Shama likes people, and she likes the treats she gets when she's well mannered with people. I'm not going to pursue therapy dog certification until I actually have time to go on regular therapy dog visits. For now, we occasionally visit people at a nearby nursing home that doesn't seem to have a relationship with the local therapy dog organization. One woman has an array of photos of her dogs displayed on her wall. I know she loves it when Shama visits!
How can you tell that Kodi LOVES therapy dog work? The reason I think Shama likes people is that she gets excited, jumping up and down, wagging her tail, and trying to get to them. When she's in her ex pen, she has to calm down and have all four paws on the floor before we let anyone pet her. Same thing if she's on a leash.
I agree that CGC certification is within the grasp of most pet dogs.
Well, I should qualify that to say with elderly and sick people. I think it takes a different type of dog to do reading with kids and other kinds of work with kids.

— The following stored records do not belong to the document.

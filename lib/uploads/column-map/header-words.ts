const words = (text: string): ReadonlySet<string> => new Set(text.split(' '))

/** Words of headers by what they speak of, in the languages that rigs are set up in; accents are left out, as the labels' are. */
export const HEADER_WORDS = {
  set: words('set sp setpoint setp tset soll sollwert sw vorgabe consigne target programmed demand setpunt ziel'),
  bed: words(
    'bed bett cat catalyst kat katalysator reactor reaktor ist istwert pv actual inner lit lecho bedtc tbed sample probe',
  ),
  wall: words('wall wand furnace ofen oven four heater heizung mantel jacket shell outer paroi horno twall heizer'),
  temperature: words('t temp temperature temperatur temperatura tc thermocouple thermoelement tic ti'),
  pressure: words('p press pressure druck pression presion pressione pi pic pt drucke'),
  inlet: words('in inlet ein eingang eintritt vor upstream feed entree entrada before pre zulauf'),
  outlet: words('out outlet aus ausgang austritt nach downstream effluent sortie salida after post ablauf'),
  flow: words('flow q mfc fluss durchfluss volumenstrom debit caudal f fic fi mfm gasfluss strom stroom portata'),
  valve: words('valve ventil position stream vanne valvula path gasweg mode hahn weg schaltung bypass route'),
  time: words(
    'time timestamp zeit zeitpunkt uhrzeit datetime date datum clock heure hora fecha zeitstempel acquired injected sampled tijd temps tiempo',
  ),
  elapsed: words(
    'elapsed laufzeit runtime duration dauer verstrichen ecoule transcurrido since tos time zeit t temps tiempo seit',
  ),
  number: words(
    'no nr number nummer num injection inj lauf run index id # einspritzung messung analysis analyse injektion sequence line zeile',
  ),
  component: words(
    'component komponente compound species name peak stoff gas analyte substance verbindung composant componente bestandteil spezies molecule',
  ),
  area: words('area flaeche flache peakarea peakflache peakflaeche aire superficie counts areas'),
  height: words('height hohe hoehe hauteur altura'),
  retention: words('ret retention rt retentionszeit retzeit rettime retentionstime tr'),
  composition: words(
    'conc concentration konzentration konz anteil fraction mol molfraction gehalt teneur composition mole vol stoffmenge x y amount molenbruch stoffmengenanteil',
  ),
  start: words('start started begin beginn begonnen gestartet debut inicio begun acquired startzeit starttime'),
  date: words('date datum fecha data tag jour'),
  clockTime: words('time zeit uhrzeit heure hora'),
} as const

/** Words in a valve column that mean the gas goes round the reactor. */
export const BYPASS_WORDS = words(
  'bypass by-pass byp bypassed umgehung kurzschluss derivation contournement derivacion bp',
)

export function speaksOf(labelWords: readonly string[], subject: keyof typeof HEADER_WORDS): boolean {
  return labelWords.some((word) => HEADER_WORDS[subject].has(word))
}
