Test(component, angles_that_no_ring_can_have_are_not_asked_for) {
    tml_problem *problem = read_both("sheet 1\nsequence L 1 QFR\n", FOUR);
    double sum = 0;
    for (int32_t i = 0; i < problem->molecule.angle_count; i++) sum += problem->molecule.angles[i].angle * 180 / TML_PI;
    cr_assert_eq(problem->molecule.angle_count, 4);
    cr_assert_lt(sum, 360);
    tml_problem_free(problem);
}

Test(component, names_filled_up_with_blanks_and_numbers_that_are_none_are_read) {
    tml_problem *problem = read_both("sheet 1\nsequence L 1 QX\n",
                                     "data_QX\nloop_\n_chem_comp_atom.comp_id\n_chem_comp_atom.atom_id\n_chem_comp_atom.type_symbol\n_chem_comp_atom.x\n"
                                     "_chem_comp_atom.y\n_chem_comp_atom.z\nQX \"O' \" O NaN NaN NaN\nQX C1 C ******** 0 0\n" BONDS "QX \"O'\" C1 SING\n");
    cr_assert_float_eq(bond_length(problem, atom_at(problem, "L", "1", "O'"), atom_at(problem, "L", "1", "C1")), 1.426, 0.01);
    tml_problem_free(problem);
}

/* Source of the angle and length: Engh & Huber 1991, cystine; the D residue's own dictionary has neither. */
#define DCYS                                                                                                                   \
    "data_QDC\n_chem_comp.id QDC\n_chem_comp.type 'D-PEPTIDE LINKING'\nloop_\n_chem_comp_atom.comp_id\n_chem_comp_atom.atom_id\n_chem_comp_atom.type_symbol\n" \
    "QDC N N\nQDC CA C\nQDC C C\nQDC O O\nQDC CB C\nQDC SG S\nQDC HN H\nQDC HA H\nQDC HB1 H\nQDC HB2 H\nQDC HG H\n"               \
    BONDS "QDC N CA SING\nQDC CA C SING\nQDC C O DOUB\nQDC CA CB SING\nQDC CB SG SING\nQDC N HN SING\nQDC CA HA SING\nQDC CB HB1 SING\n" \
    "QDC CB HB2 SING\nQDC SG HG SING\n"

Test(component, d_and_l_residues_share_a_ring_and_a_disulfide) {
    static const char NEF[] = "data_x\nsave_s\nloop_\n_nef_sequence.index\n_nef_sequence.chain_code\n_nef_sequence.sequence_code\n_nef_sequence.residue_name\n"
                              "_nef_sequence.linking\n1 A 1 QDC cyclic\n2 A 2 GLY middle\n3 A 3 CYS middle\n4 A 4 ALA cyclic\nstop_\nloop_\n"
                              "_nef_covalent_links.chain_code_1\n_nef_covalent_links.sequence_code_1\n_nef_covalent_links.residue_name_1\n"
                              "_nef_covalent_links.atom_name_1\n_nef_covalent_links.chain_code_2\n_nef_covalent_links.sequence_code_2\n"
                              "_nef_covalent_links.residue_name_2\n_nef_covalent_links.atom_name_2\nA 1 QDC SG A 3 CYS SG\nstop_\nsave_\n";
    tml_problem *problem = read_both(NEF, DCYS);
    const tml_molecule *molecule = &problem->molecule;
    cr_assert_eq(molecule->peptide_count, 4);
    int32_t s1 = atom_at(problem, "A", "1", "SG"), s2 = atom_at(problem, "A", "3", "SG");
    cr_assert_float_eq(bond_length(problem, s1, s2), 2.030, 1e-9);
    cr_assert_float_eq(angle_between(problem, atom_at(problem, "A", "1", "CB"), s1, s2), 103.8, 1e-6);
    cr_assert(!has_atom(problem, "A", "1", "HG") && !has_atom(problem, "A", "3", "HG"));
    cr_assert_eq(tml_molecule_hand(molecule, atom_at(problem, "A", "1", "N"), atom_at(problem, "A", "1", "CA"), atom_at(problem, "A", "1", "C")), -1);
    cr_assert_eq(tml_molecule_hand(molecule, atom_at(problem, "A", "3", "N"), atom_at(problem, "A", "3", "CA"), atom_at(problem, "A", "3", "C")), 1);
    cr_assert_eq(tml_molecule_hand(molecule, atom_at(problem, "A", "2", "N"), atom_at(problem, "A", "2", "CA"), atom_at(problem, "A", "2", "C")), 0);
    tml_problem_free(problem);
}
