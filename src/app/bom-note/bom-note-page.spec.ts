import { TestbedHarnessEnvironment } from '@angular/cdk/testing/testbed';
import { provideHttpClient } from '@angular/common/http';
import { HttpTestingController, provideHttpClientTesting } from '@angular/common/http/testing';
import { TestBed } from '@angular/core/testing';
import { MatButtonHarness } from '@angular/material/button/testing';
import { MatCheckboxHarness } from '@angular/material/checkbox/testing';
import { MatDialogHarness } from '@angular/material/dialog/testing';
import { MatSlideToggleHarness } from '@angular/material/slide-toggle/testing';
import { provideRouter, Router } from '@angular/router';
import {
  BOM_NOTE_FORMAT,
  type BomNote,
  type BomRevision,
} from '../../../shared/report/bom-note.ts';
import { BomNotePage } from './bom-note-page.ts';

const PROJECT = '6f0d0b4e-3c1d-4c58-9a53-0e3a4d1f9b77';
const STAGES = [
  '0b8e1c52-7a0e-4c43-9d0b-3f1f4b6c9a01',
  '1b8e1c52-7a0e-4c43-9d0b-3f1f4b6c9a02',
] as const;
const NOTE = '2b8e1c52-7a0e-4c43-9d0b-3f1f4b6c9a03';
const preview = `/api/projects/${PROJECT}/bom-note?unlocked=`;
const notes = `/api/projects/${PROJECT}/bom-notes`;

const revision = (index: 0 | 1, locked: boolean): BomRevision => ({
  revisionId: STAGES[index],
  stageId: STAGES[index],
  reference: `Q${index + 1}`,
  letter: 'A',
  title: 'Vent relay',
  quantity: 1,
  state: locked ? 'Locked' : 'Draft',
  locked,
  partDataChanged: false,
  verdict: 'pass',
  designer: 'A. Designer',
  checker: null,
  approver: null,
  signedAtMs: locked ? 0 : null,
  hash: locked ? '41d70b93c6f8' : null,
});

function note(released: boolean): BomNote {
  const revisions = released ? [revision(0, true)] : [revision(0, true), revision(1, false)];
  const designators = revisions.map(({ reference, locked }) => ({
    text: reference,
    flagged: !locked,
  }));
  return {
    format: BOM_NOTE_FORMAT,
    released,
    atMs: 0,
    issue: null,
    titleBlock: {
      projectCode: 'GH-12',
      legalOwner: 'Glasshouse Works',
      department: null,
      title: 'Vent controller',
      supplementaryTitle: null,
      creators: ['A. Designer'],
      checkers: [],
      approvers: [],
      documentType: 'BOM note',
      language: 'en',
    },
    counts: {
      stages: revisions.length,
      locked: 1,
      lines: 1,
      partsPerBoard: revisions.length,
      partsChanged: 0,
      partsUnverified: 0,
    },
    lines: [
      {
        line: 1,
        quantity: revisions.length,
        designators,
        description: 'Resistor',
        value: { min: 4700, max: 4700, unit: 'Ohm' },
        tolerance: 0.05,
        ratings: [{ value: 0.1, unit: 'W' }],
        package: null,
        partNumber: null,
        approvedSources: [],
        partRevision: null,
        unverified: false,
      },
    ],
    revisions,
    cautions: [{ text: 'Coils store energy.', flagged: false }],
    program: 'Sinkwell',
    contentHash: null,
  };
}

function answer(released: boolean) {
  const reason = released ? null : 'Not locked: Q2 A (Draft).';
  return {
    note: note(released),
    stages: STAGES.map((stageId, index) => ({
      stageId,
      reference: `Q${index + 1}`,
      title: 'Vent relay',
      revisionId: stageId,
      letter: 'A',
      state: index === 0 ? 'locked' : 'draft',
      chosen: index === 0 || !released,
      reason: index === 1 && released ? 'No revision of Q2 is locked.' : null,
    })),
    issue: { allowed: released, reason },
  };
}

describe('BomNotePage', { timeout: 20_000 }, () => {
  const open = async () => {
    TestBed.configureTestingModule({
      providers: [provideHttpClient(), provideHttpClientTesting(), provideRouter([])],
    });
    const fixture = TestBed.createComponent(BomNotePage);
    fixture.componentRef.setInput('projectId', PROJECT);
    const http = TestBed.inject(HttpTestingController);
    const reply = (url: string, body: object) =>
      vi.waitFor(() => {
        TestBed.tick();
        http.expectOne(url).flush(body);
      });
    const flush = async (url: string, body: object) => {
      await reply(url, body);
      await fixture.whenStable();
    };
    await reply(`${preview}false`, answer(true));
    await flush(notes, { notes: [] });
    return {
      flush,
      http,
      text: () => (fixture.nativeElement as HTMLElement).textContent.replace(/\s+/g, ' '),
      loader: TestbedHarnessEnvironment.loader(fixture),
      root: TestbedHarnessEnvironment.documentRootLoader(fixture),
    };
  };

  it('shows the note of the locked stages as a sheet, and why a stage is not on it', async () => {
    const { loader, text } = await open();
    expect(text()).toContain('4.7 kΩ');
    expect(text()).toContain('±5 %, 0.1 W');
    expect(text()).toContain('No revision of Q2 is locked.');
    expect(text()).not.toContain('NOT RELEASED');
    const [, second] = await loader.getAllHarnesses(MatCheckboxHarness);
    expect(await second?.isDisabled()).toBe(true);
  });

  it('says NOT RELEASED with unlocked stages, and why it cannot be issued', async () => {
    const { flush, loader, text } = await open();
    const toggle = await loader.getHarness(MatSlideToggleHarness);
    // the click settles only after its request is answered
    await Promise.all([toggle.check(), flush(`${preview}true`, answer(false))]);
    expect(text()).toContain('NOT RELEASED, preview only');
    expect(text()).toContain('Not locked: Q2 A (Draft).');
    const button = await loader.getHarness(MatButtonHarness.with({ text: /Issue note/ }));
    expect(await (await button.host()).getAttribute('aria-disabled')).toBe('true');
  });

  it('asks for the note without a stage that was taken off', async () => {
    const { flush, loader, text } = await open();
    const [first] = await loader.getAllHarnesses(MatCheckboxHarness);
    const url = `${preview}false&without=${STAGES[0]}`;
    await Promise.all([first?.uncheck(), flush(url, answer(true))]);
    expect(text()).toContain('BOM note');
  });

  it('issues just the revisions on show after one more question, and goes to the note', async () => {
    const { http, loader, root } = await open();
    const navigate = vi.spyOn(TestBed.inject(Router), 'navigate').mockResolvedValue(true);
    await (await loader.getHarness(MatButtonHarness.with({ text: /Issue note/ }))).click();
    const dialog = await root.getHarness(MatDialogHarness);
    await (await dialog.getHarness(MatButtonHarness.with({ text: /Issue note/ }))).click();
    await vi.waitFor(() => {
      const request = http.expectOne({ method: 'POST', url: notes });
      expect(request.request.body).toEqual({ revisionIds: [STAGES[0]] });
      request.flush({
        id: NOTE,
        projectId: PROJECT,
        note: note(true),
        intact: true,
        download: { allowed: true, reason: null },
      });
    });
    await vi.waitFor(() => {
      expect(navigate).toHaveBeenCalledWith(['/p', PROJECT, 'bom-note', NOTE]);
    });
  });
});
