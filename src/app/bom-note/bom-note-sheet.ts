import { ChangeDetectionStrategy, Component, computed, input } from '@angular/core';
import type { BomNote } from '../../../shared/report/bom-note.ts';
import {
  contentText,
  NOT_ISSUED,
  noteFacts,
  peopleText,
} from '../../../shared/report/bom-note-facts.ts';
import {
  descriptionText,
  NOTHING,
  occasionText,
  ratingText,
  shortHash,
  signedText,
  statusText,
  utcDate,
  valueText,
} from '../../../shared/report/bom-note-text.ts';
import { BrandMark } from '../ui/brand-mark.ts';

/** A BOM note as the sheet it will be: what the PDF shows, in the page. */
@Component({
  selector: 'app-bom-note-sheet',
  imports: [BrandMark],
  changeDetection: ChangeDetectionStrategy.OnPush,
  templateUrl: './bom-note-sheet.html',
  styleUrl: './bom-note-sheet.scss',
  host: { '[class.not-released]': '!note().released' },
})
export class BomNoteSheet {
  readonly note = input.required<BomNote>();

  protected readonly identification = computed(
    () => this.note().issue?.identification ?? NOT_ISSUED,
  );
  protected readonly occasion = computed(() => occasionText(this.note()));
  protected readonly facts = computed(() => noteFacts(this.note()));
  protected readonly content = computed(() => contentText(this.note()).short);
  protected readonly lines = computed(() =>
    this.note().lines.map((line) => ({
      ...line,
      description: descriptionText(line),
      value: valueText(line),
      rating: ratingText(line),
      package: line.package ?? NOTHING,
      partNumber: line.partNumber ?? NOTHING,
      sources: line.approvedSources.join(', ') || NOTHING,
      revision: line.partRevision ?? NOTHING,
    })),
  );
  protected readonly revisions = computed(() =>
    this.note().revisions.map((revision) => ({
      ...revision,
      signed: signedText(revision),
      hash: revision.hash === null ? 'none' : shortHash(revision.hash),
      flagged: !revision.locked || revision.partDataChanged,
    })),
  );
  /** The title block of ISO 7200 in reading order. */
  protected readonly block = computed<readonly BlockField[]>(() => {
    const note = this.note();
    const { titleBlock, issue } = note;
    return [
      { label: 'Legal owner', value: titleBlock.legalOwner },
      { label: 'Creator', value: peopleText(titleBlock.creators) },
      { label: 'Checker', value: peopleText(titleBlock.checkers) },
      { label: 'Document type', value: titleBlock.documentType },
      { label: 'Responsible department', value: titleBlock.department ?? NOTHING },
      { label: 'Approval person', value: peopleText(titleBlock.approvers) },
      { label: 'Document status', value: statusText(note), status: true },
      { label: 'Date of issue', value: issue === null ? 'none' : utcDate(note.atMs) },
      { label: 'Title', value: titleBlock.title, below: titleBlock.supplementaryTitle },
      { label: 'Identification number', value: this.identification() },
      { label: 'Rev', value: issue === null ? NOTHING : 'A' },
      { label: 'Lang.', value: titleBlock.language },
    ];
  });
}

interface BlockField {
  readonly label: string;
  readonly value: string;
  readonly below?: string | null;
  readonly status?: boolean;
}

But Kodi is so INCREDIBLY gentle and insightful with the elderly and ill and upset people. He will be just "be there". We will be talking, not really "about" him at all. He just lies down next to them. He seems to know whether it is better to lie by the person's feet or beside them on a couch. Then he doesn't move. Without them even realizing it, they start stroking him. That is his cue to move his head onto their foot (or lap) and then he just stays there. Gazing up into their eyes. They keep stroking, again, often without realizing that they are doing it. At some point, they seem to realize and acknowledge him, and he starts wagging his tail. They have made his day!
I don't ask him to do this... he is not a "trained" therapy dog, nor do we make "official" therapy visits. It is just that he ends up being put in that position quite frequently because of our extended collection of geriatric friends and relatives!
Sometimes, we've had people who have started out saying they didn't really care for dogs become total converts to "KODI is an exception".
And he is so totally reliable. There was one incident, when my dad was in a rehab. he needed to use the toilet, and a nurse had not come to help him. He was not supposed to get up by himself, but he REALLY needed to go. It was getting to be an emergency. So I threw Kodi into a corner beside a chair and told him to stay, and took my Dad into the bathroom with his walker. While I was in there, my Dad's roommate, a very loud, smelly, and not very nice man in a wheelchair came back into the room, smacking into the chair Kodi was sitting beside, yelling for a nurse to come help him and generally making a ruckus. I got done with my Dad, got him back into bed, and Kodi had not moved a muscle the entire time. I REALLY wouldn't have expected that of him... I just didn't know what else to do!
The interesting thing is, when he was younger, I actually thought he WOULDN'T be a good therapy dog. He really didn't enjoy being handled by people he didn't know, and I didn't push it. I was a little disappointed because I thought it MIGHT be something I'd like to do with him as he got older. OTOH, we were so busy with so many sports-related things, we didn't have time for it anyway! Then he grew into it, all by himself, with no help from me!